Wetenschappers van de universiteit van Californië hebben een theorie ontwikkeld die stelt dat een supergeleidende kabel niet over zijn volledige lengte supergekoeld hoeft te worden: het koelen van delen van de kabel zou voldoende zijn.
Supergeleidende kabels bieden geen weerstand aan de beweging van elektronen, waardoor de elektrische weerstand van de kabels nul wordt. De conventionele werkwijze om supergeleiding te realiseren is het koelen van de gehele kabel tot enkele graden boven het absolute nulpunt.

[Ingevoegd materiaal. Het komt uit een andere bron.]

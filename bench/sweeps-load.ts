// P6: small calculations of one key while ten clients of another key upload and read 100,000-point
// sweeps. The figure is the p99 latency of the small calls under that load over their p99 with no
// sweep traffic, phases alternating in one run (the VM's speed drifts; only close phases compare).
import http from 'node:http';
import { createKey } from '../server/api/v1/keys/keys.service.ts';
import { CLI_ACTOR } from '../server/api/v1/audit/audit.repository.ts';
import { openDatabase } from '../server/db/client.ts';
import { seedDemo } from '../server/demo/seed.ts';
import { median } from './common.ts';
import { pacedLoad } from './paced.ts';

const SECONDS = Number(process.env.BENCH_SECONDS ?? 5);
/** Baseline/loaded pairs; the ratio is the median of the pairs'. */
const PAIRS = Number(process.env.BENCH_P6_PAIRS ?? 3);
const SWEEP_CLIENTS = 10;
const SWEEP_POINTS = 100_000;
/** Small calls per second and the connections they share: enough answers for a p99 of each phase. */
const RATE = 200;
const CONNECTIONS = 8;
const LEAD_IN_S = 1;

export interface P6Target {
  id: string;
  what: string;
  measured: Record<string, number | string | null>;
  goal: string;
  ratio: number | null;
  met: boolean | null;
}

/** A second key of the bench organisation, for the sweep traffic. */
async function sweepKey(databaseUrl: string): Promise<string> {
  const database = openDatabase(databaseUrl, { max: 2 });
  try {
    const seeded = await seedDemo(database.db, { email: 'bench@kestrel-ridge.example', password: 'bench-password-1' });
    const created = await createKey(
      database.db,
      { organisationId: seeded.organisationId, ownerId: seeded.adminId, name: 'bench sweeps', note: '', dailyQuota: 2_000_000_000, burstPerMinute: 2_000_000_000, actor: CLI_ACTOR },
      new Date(),
    );
    return created.secret;
  } finally {
    await database.close();
  }
}

/** A multipart upload of an invented 100,000-point impedance sweep (Touchstone, `# Hz Z RI R 50`), built once. */
function sweepUpload(): { body: Buffer; contentType: string } {
  const lines = ['! bench sweep: invented', '# Hz Z RI R 50'];
  for (let i = 0; i < SWEEP_POINTS; i++) lines.push(`${1e6 + i * 100} ${(50 + 20 * Math.sin(i / 500)).toFixed(6)} ${(30 * Math.cos(i / 700)).toFixed(6)}`);
  const boundary = 'gammaline-bench-boundary';
  const body = Buffer.concat([
    Buffer.from(`--${boundary}\r\nContent-Disposition: form-data; name="file"; filename="bench.s1p"\r\nContent-Type: application/octet-stream\r\n\r\n`),
    Buffer.from(`${lines.join('\n')}\n`),
    Buffer.from(`\r\n--${boundary}--\r\n`),
  ]);
  return { body, contentType: `multipart/form-data; boundary=${boundary}` };
}

const agent = new http.Agent({ keepAlive: true, maxSockets: SWEEP_CLIENTS * 2 });

/** One request; the answer is read to its end and dropped unless `keep` (small JSON answers). */
function send(url: string, options: { method: string; headers: Record<string, string>; body?: Buffer; keep?: boolean }): Promise<{ status: number; text: string }> {
  return new Promise((resolve, reject) => {
    const req = http.request(url, { method: options.method, headers: options.headers, agent }, (res) => {
      const kept: Buffer[] = [];
      res.on('data', (c: Buffer) => {
        if (options.keep) kept.push(c);
      });
      res.on('end', () => resolve({ status: res.statusCode ?? 0, text: Buffer.concat(kept).toString() }));
      res.on('error', reject);
    });
    req.on('error', reject);
    req.end(options.body);
  });
}

/**
 * Ten clients, each in a loop until stopped: upload a sweep, read its first page and two more, read
 * it whole as CSV, delete it. Returns how many sweeps went round and any failures.
 */
function sweepTraffic(base: string, key: string, upload: { body: Buffer; contentType: string }) {
  let stopped = false;
  let rounds = 0;
  const failures: string[] = [];
  const auth = { authorization: `Bearer ${key}` };
  const client = async () => {
    while (!stopped) {
      const made = await send(`${base}/api/v1/sweeps`, { method: 'POST', headers: { ...auth, 'content-type': upload.contentType, 'content-length': String(upload.body.length) }, body: upload.body, keep: true });
      if (made.status !== 201) {
        failures.push(`upload ${made.status}`);
        continue;
      }
      const { id, nextCursor } = JSON.parse(made.text) as { id: string; nextCursor: string | null };
      let cursor = nextCursor;
      for (let page = 0; page < 2 && cursor && !stopped; page++) {
        const next = await send(`${base}/api/v1/sweeps/${id}/points?cursor=${cursor}`, { method: 'GET', headers: auth, keep: true });
        if (next.status !== 200) failures.push(`page ${next.status}`);
        cursor = next.status === 200 ? (JSON.parse(next.text) as { nextCursor: string | null }).nextCursor : null;
      }
      if (!stopped) {
        const csv = await send(`${base}/api/v1/sweeps/${id}/points.csv`, { method: 'GET', headers: auth });
        if (csv.status !== 200) failures.push(`export ${csv.status}`);
      }
      await send(`${base}/api/v1/sweeps/${id}`, { method: 'DELETE', headers: auth });
      rounds++;
    }
  };
  const running = Promise.all(Array.from({ length: SWEEP_CLIENTS }, () => client().catch((err: unknown) => void failures.push(String(err)))));
  return {
    stop: async () => {
      stopped = true;
      await running;
      return { rounds, failures };
    },
  };
}

async function serverLoop(base: string): Promise<{ p99Ms: number; maxMs: number }> {
  return (await (await fetch(`${base}/bench/loop`)).json()) as { p99Ms: number; maxMs: number };
}

async function smallCallsP99(base: string, key: string): Promise<{ p99: number; failures: number; loopMaxMs: number }> {
  await fetch(`${base}/bench/loop/reset`, { method: 'POST' });
  const body = JSON.stringify({ forwardPowerW: 100, reflectedPowerW: 4 });
  const { latencies, failures } = await pacedLoad(`${base}/api/v1/mismatch`, body, { authorization: `Bearer ${key}` }, { rate: RATE, seconds: SECONDS, connections: CONNECTIONS, leadInSeconds: LEAD_IN_S });
  const sorted = [...latencies].sort((a, b) => a - b);
  const loop = await serverLoop(base);
  return { p99: sorted[Math.min(sorted.length - 1, Math.floor(sorted.length * 0.99))]!, failures: failures.length, loopMaxMs: loop.maxMs };
}

export async function p6(base: string, key: string, databaseUrl: string): Promise<P6Target> {
  const heavyKey = await sweepKey(databaseUrl);
  const upload = sweepUpload();
  // Warm-up: the sweep worker started, the code paths compiled, the key leases taken.
  await smallCallsP99(base, key);
  const warm = sweepTraffic(base, heavyKey, upload);
  await new Promise((r) => setTimeout(r, 3000));
  await warm.stop();

  const quiet: number[] = [];
  const loaded: number[] = [];
  const ratios: number[] = [];
  const loopMax: number[] = [];
  let rounds = 0;
  let failures = 0;
  const sweepFailures: string[] = [];
  for (let i = 0; i < PAIRS; i++) {
    // Alternate order, so a drift within a pair does not always favour the same phase.
    const phases = i % 2 === 0 ? (['quiet', 'loaded'] as const) : (['loaded', 'quiet'] as const);
    const pair: Record<string, number> = {};
    for (const phase of phases) {
      if (phase === 'quiet') {
        const r = await smallCallsP99(base, key);
        pair.quiet = r.p99;
        failures += r.failures;
        continue;
      }
      const traffic = sweepTraffic(base, heavyKey, upload);
      // Uploads in flight before measuring, so the measured seconds see the whole mix.
      await new Promise((r) => setTimeout(r, 1000));
      const r = await smallCallsP99(base, key);
      const done = await traffic.stop();
      pair.loaded = r.p99;
      failures += r.failures;
      loopMax.push(r.loopMaxMs);
      rounds += done.rounds;
      sweepFailures.push(...done.failures);
    }
    if (process.env.BENCH_DEBUG) console.error(`[bench] P6 pair ${i}: p99 quiet ${pair.quiet!.toFixed(1)} ms, loaded ${pair.loaded!.toFixed(1)} ms`);
    quiet.push(pair.quiet!);
    loaded.push(pair.loaded!);
    ratios.push(pair.loaded! / pair.quiet!);
  }
  agent.destroy();
  if (sweepFailures.length > 0) console.error(`[bench] P6: ${sweepFailures.length} sweep requests failed: ${sweepFailures.slice(0, 5).join(' | ')}`);
  const ratio = median(ratios);
  return {
    id: 'P6',
    what: `p99 of POST /api/v1/mismatch (${RATE}/s, one key) while ${SWEEP_CLIENTS} clients of another key upload and read ${SWEEP_POINTS.toLocaleString('en')}-point sweeps, vs no sweep traffic`,
    measured: {
      quietP99Ms: median(quiet),
      loadedP99Ms: median(loaded),
      pairs: PAIRS,
      sweepsUploadedAndRead: rounds,
      sweepRequestFailures: sweepFailures.length,
      smallCallFailures: failures,
      serverLoopDelayMaxMsLoaded: median(loopMax),
    },
    goal: 'ratio ≤ 3',
    ratio,
    met: failures === 0 ? ratio <= 3 : false,
  };
}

De Californische onderzoekers stellen echter dat het gedeeltelijk koelen van de kabel voldoende is. Volgens de theorie zou het koelen van de kabel op een dergelijke 'intervalbasis' al supergeleiding mogelijk maken: mits de kabel zeer schoon is, zorgt de elektronenstroom ervoor dat de temperatuur over de volledige lengte van de kabel onder de kritische temperatuur blijft.
Als voorbeeld gebruiken de Californiërs een materiaal met een kritische temperatuur van -193 graden Celsius. Wanneer dergelijk materiaal op sommige punten tot -253 graden wordt gekoeld, kan de rest van de kabel ongekoeld blijven. Er zijn minder supergekoelde punten nodig naarmate deze sterker gekoeld worden.
Het koelen van stukjes kabel tot nabij 0 Kelvin blijft overigens nog allesbehalve eenvoudig, reden voor de onderzoekers om hun eigen bevindingen niet te zeer te bejubelen.